- **Activity**
Using the material below, print the line that contains "use crate::view::CourseView;", the line that contains "at closely last.", and every line in between, exactly and nothing else.

- **Given records**

· · · · ·

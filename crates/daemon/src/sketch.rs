//! Sketches of records: what a plot of a record is made from, held in memory for the records
//! that are looked at and kept beside those that are sealed.
//!
//! A sketch is derived from its record alone and can be deleted at any time. A record that is
//! being written is gone on with where it was left: only what is new is read.
//!
//! What it deliberately does not do: run on a thread that answers others. Whoever asks waits.

mod course;

use std::collections::VecDeque;
use std::fs;
use std::ops::Range;
use std::path::Path;
use std::sync::{Arc, Mutex, MutexGuard, PoisonError};

use journal::{Grain, Grains, JournalError, Near, Record, gather};
use quantity::{Charge, HostTime, Span};
use serde::{Deserialize, Serialize};

use self::course::Course;
use crate::view::CourseView;

/// The file in a sealed record's folder.
const FILE: &str = "sketch";
/// Grains held in memory over all records: some 70 MB, the most of one 12 h record at 100 Hz
/// being a quarter of it. One record is always held.
const GRAINS_MAX: usize = 500_000;
/// Single readbacks held in memory over all records, some 50 MB: what was looked at closely last.
const POINTS_MAX: usize = 600_000;
/// Records held.
const RECORDS_MAX: usize = 32;

/// What a plot of a record is made from.
#[derive(Debug)]
pub(crate) struct Sketch {
    complete: Vec<Grain>,
    /// What a segment that still grows holds so far.
    growing: Vec<Grain>,
    course: CourseView,
}

impl Sketch {
    fn all(&self) -> impl Iterator<Item = &Grain> {
        self.complete.iter().chain(&self.growing)
    }

    /// When the last readback came.
    fn last_at(&self) -> Option<HostTime> {
        let last = self.growing.last().or(self.complete.last())?;
        Some(last.bucket.last_at)
    }

    /// How many grains begin in a stretch.
    fn grains_in(&self, stretch: &Range<HostTime>) -> usize {
        let before = |grains: &[Grain], at: HostTime| {
            grains.partition_point(|grain| grain.bucket.first_at < at)
        };
        [&self.complete, &self.growing]
            .into_iter()
            .map(|grains| before(grains, stretch.end) - before(grains, stretch.start))
            .sum()
    }

    /// A stretch in at most so many buckets.
    fn gather(&self, stretch: &Range<HostTime>, most: u32) -> Vec<Grain> {
        let within = |grains: &'_ [Grain]| -> Range<usize> {
            let before = |at: HostTime| grains.partition_point(|grain| grain.bucket.first_at < at);
            before(stretch.start)..before(stretch.end)
        };
        let parts = [&self.complete, &self.growing].map(|grains| {
            let within = within(grains);
            grains.get(within).unwrap_or_default()
        });
        gather(parts.into_iter().flatten().copied(), stretch, most)
    }

    /// The charge at an instant, between two grains by the straight line.
    fn charge_at(&self, at: HostTime) -> Option<Charge> {
        let grains = match self.growing.first() {
            Some(first) if first.bucket.first_at <= at => &self.growing,
            Some(_) | None => &self.complete,
        };
        let after = grains.partition_point(|grain| grain.bucket.first_at <= at);
        let before = grains.get(after.checked_sub(1)?)?;
        let Some(next) = grains.get(after) else {
            return Some(before.charge);
        };
        let micros = |from: HostTime, to: HostTime| i128::from(to.saturating_since(from).micros());
        let (from, to) = (before.bucket.first_at, next.bucket.first_at);
        let span = micros(from, to).max(1);
        let rise = i128::from(next.charge.microcoulombs() - before.charge.microcoulombs());
        let part = i64::try_from(rise * micros(from, at) / span).unwrap_or(0);
        Some(Charge::from_microcoulombs(
            before.charge.microcoulombs() + part,
        ))
    }
}

/// A sketch that is being made, and what is needed to go on with it.
#[derive(Debug)]
struct Making {
    sketch: Sketch,
    grains: Grains,
    course: Course,
    segments: usize,
    sealed: bool,
    near: Near,
}

/// A stretch of a record in few points.
#[derive(Debug)]
pub(crate) struct Look {
    /// From the start of the run to just behind the last readback.
    pub(crate) length: Span,
    /// The points.
    pub(crate) grains: Vec<Grain>,
    /// Its middle half, if a look at that will read the record itself.
    pub(crate) next: Option<Range<HostTime>>,
}

impl Making {
    fn new(record: &Record) -> Self {
        let start = crate::records::started(record);
        Self {
            sketch: Sketch {
                complete: Vec::new(),
                growing: Vec::new(),
                course: CourseView::default(),
            },
            grains: Grains::new(record.manifest().plan.correction),
            course: Course::new(start),
            segments: 0,
            sealed: false,
            near: Near::default(),
        }
    }

    /// A stretch in at most so many points.
    fn look(
        &mut self,
        record: &Record,
        stretch: &Range<Option<HostTime>>,
        points: u32,
    ) -> Result<Look, JournalError> {
        let start = crate::records::started(record);
        let last = self.sketch.last_at().unwrap_or(start);
        let end = last.saturating_add(Span::from_micros(1));
        let length = end.saturating_since(start);
        let stretch = stretch.start.unwrap_or(start)..stretch.end.unwrap_or(end);
        // Grains are fine enough while each point has two; where they are not, the stretch is
        // short, and the record itself is read.
        let fine = |stretch: &Range<HostTime>| {
            self.sketch.grains_in(stretch) as u64 >= u64::from(points) * 2
        };
        if fine(&stretch) {
            let quarter = stretch.end.saturating_since(stretch.start).micros() / 4;
            let at = |quarters| {
                let since = Span::from_micros(quarter * quarters);
                stretch.start.saturating_add(since)
            };
            let middle = at(1)..at(3);
            return Ok(Look {
                length,
                grains: self.sketch.gather(&stretch, points),
                next: (record.is_sealed() && !fine(&middle)).then_some(middle),
            });
        }
        let buckets = self.near.thin(record, &stretch, points)?;
        let charged = buckets.into_iter().map(|bucket| Grain {
            bucket,
            charge: self.sketch.charge_at(bucket.first_at).unwrap_or_default(),
        });
        Ok(Look {
            length,
            grains: charged.collect(),
            next: None,
        })
    }

    /// Reads what is new in the record.
    fn go_on(&mut self, record: &Record) -> Result<(), JournalError> {
        if self.sealed {
            return Ok(());
        }
        let plan = &record.manifest().plan;
        let complete = record.segments_complete();
        let mut chunks = record.chunks_from(self.segments)?;
        while self.segments < complete {
            let Some(chunk) = chunks.next() else { break };
            let chunk = chunk?;
            self.grains.take(&chunk.readings);
            for entry in &chunk.others {
                self.course.take(plan, entry);
            }
            self.segments += 1;
        }
        self.sketch.complete.extend(self.grains.take_full());
        // The segment that still grows is read again next time.
        let mut grains = self.grains.continued();
        let mut course = self.course.clone();
        for chunk in chunks {
            let chunk = chunk?;
            grains.take(&chunk.readings);
            for entry in &chunk.others {
                course.take(plan, entry);
            }
        }
        self.sketch.growing = grains.take_full();
        self.sketch.growing.extend(grains.last());
        if let Some(last) = self.sketch.last_at() {
            let length = last.saturating_since(crate::records::started(record));
            course.reaches(length.seconds());
        }
        self.sketch.course = course.view().clone();
        self.sealed = record.is_sealed();
        Ok(())
    }
}

/// The first line of a sketch's file; the grains' bytes follow.
#[derive(Serialize, Deserialize)]
struct Head {
    /// The hash of the record's seal: another record has another sketch.
    seal: String,
    course: CourseView,
}

/// Makes the sketch of a sealed record, from which plots of it are drawn, and keeps it in the
/// record's folder.
///
/// # Errors
/// What is wrong with the record, that it is not sealed, or what the disk says, in a sentence.
pub fn keep_sketch(folder: &Path) -> Result<(), String> {
    let record = Record::open(folder).map_err(|error| error.to_string())?;
    let mut making = Making::new(&record);
    making.go_on(&record).map_err(|error| error.to_string())?;
    keep(&record, &making.sketch)
}

fn keep(record: &Record, sketch: &Sketch) -> Result<(), String> {
    let seal = record.seal().map_err(|error| error.to_string())?;
    let Some(seal) = seal else {
        return Err("the record is not sealed".to_owned());
    };
    let head = Head {
        seal: seal.hash,
        course: sketch.course.clone(),
    };
    let mut bytes = serde_json::to_vec(&head).map_err(|error| error.to_string())?;
    bytes.push(b'\n');
    let all: Vec<Grain> = sketch.all().copied().collect();
    bytes.extend_from_slice(&Grains::bytes_of(&all));
    let path = record.folder().join(FILE);
    let unfinished = record.folder().join(format!("{FILE}.part"));
    fs::write(&unfinished, bytes)
        .and_then(|()| fs::rename(&unfinished, &path))
        .map_err(|error| format!("writing {}: {error}", path.display()))
}

/// The sketch kept beside a sealed record, if it is the record's own and whole.
fn kept(record: &Record) -> Option<Sketch> {
    let seal = record.seal().ok()??;
    let bytes = fs::read(record.folder().join(FILE)).ok()?;
    let end = bytes.iter().position(|&byte| byte == b'\n')?;
    let (head, rest) = bytes.split_at_checked(end)?;
    let head: Head = serde_json::from_slice(head).ok()?;
    if head.seal != seal.hash {
        return None;
    }
    Some(Sketch {
        complete: Grains::from_bytes(rest.get(1..)?)?,
        growing: Vec::new(),
        course: head.course,
    })
}

/// The sketches of the records that were looked at last.
#[derive(Debug, Default)]
pub(crate) struct Sketches {
    held: Mutex<VecDeque<(String, Arc<Mutex<Making>>)>>,
}

impl Sketches {
    /// A stretch of a record as it is now, in at most so many points; its beginning and its end
    /// are those of the record unless said. Not for a thread that answers others.
    pub(crate) fn look(
        &self,
        record: &Record,
        stretch: &Range<Option<HostTime>>,
        points: u32,
    ) -> Result<Look, JournalError> {
        self.with(record, |making| making.look(record, stretch, points))?
    }

    /// Reads a stretch of a record, so that a look at it finds it read. What is wrong with it the
    /// look will say.
    pub(crate) fn read_ahead(&self, record: &Record, stretch: &Range<HostTime>) {
        let read = self.with(record, |making| making.near.thin(record, stretch, 1));
        if let Err(why) = read.and_then(|read| read) {
            tracing::debug!("nothing was read ahead: {why}");
        }
    }

    /// How a record went, as it is now. Not for a thread that answers others.
    pub(crate) fn course(&self, record: &Record) -> Result<CourseView, JournalError> {
        self.with(record, |making| making.sketch.course.clone())
    }

    fn with<T>(
        &self,
        record: &Record,
        work: impl FnOnce(&mut Making) -> T,
    ) -> Result<T, JournalError> {
        let one = self.one(record);
        // Whoever else wants this record waits for its sketch instead of making another.
        let mut making = lock(&one);
        if making.segments == 0 && !making.sealed && record.is_sealed() {
            if let Some(sketch) = kept(record) {
                making.sketch = sketch;
                making.sealed = true;
            } else {
                making.go_on(record)?;
                if let Err(why) = keep(record, &making.sketch) {
                    tracing::debug!("no sketch is kept: {why}");
                }
            }
        } else {
            making.go_on(record)?;
        }
        let result = work(&mut making);
        drop(making);
        self.bound();
        Ok(result)
    }

    fn one(&self, record: &Record) -> Arc<Mutex<Making>> {
        let id = &record.manifest().record;
        let mut held = lock(&self.held);
        let found = held.iter().position(|(known, _)| known == id);
        let one = found
            .and_then(|place| held.remove(place))
            .unwrap_or_else(|| (id.clone(), Arc::new(Mutex::new(Making::new(record)))));
        let making = Arc::clone(&one.1);
        held.push_front(one);
        making
    }

    /// Lets go of the records that were looked at longest ago.
    fn bound(&self) {
        let mut held = lock(&self.held);
        held.truncate(RECORDS_MAX);
        let (mut grains, mut points) = (0, 0);
        let mut first = true;
        held.retain(|(_, making)| {
            let is_first = std::mem::take(&mut first);
            // One that is being made is in use and is counted the next time.
            if let Ok(mut making) = making.try_lock() {
                grains += making.sketch.all().count();
                points += making.near.points();
                if points > POINTS_MAX && !is_first {
                    points -= making.near.points();
                    making.near.clear();
                }
            }
            is_first || grains <= GRAINS_MAX
        });
    }
}

fn lock<T>(mutex: &Mutex<T>) -> MutexGuard<'_, T> {
    // Sketches are derived: one that was left half made is made on.
    mutex.lock().unwrap_or_else(PoisonError::into_inner)
}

· · · · ·

- **Answer below**
use crate::view::CourseView;

/// The file in a sealed record's folder.
const FILE: &str = "sketch";
/// Grains held in memory over all records: some 70 MB, the most of one 12 h record at 100 Hz
/// being a quarter of it. One record is always held.
const GRAINS_MAX: usize = 500_000;
/// Single readbacks held in memory over all records, some 50 MB: what was looked at closely last.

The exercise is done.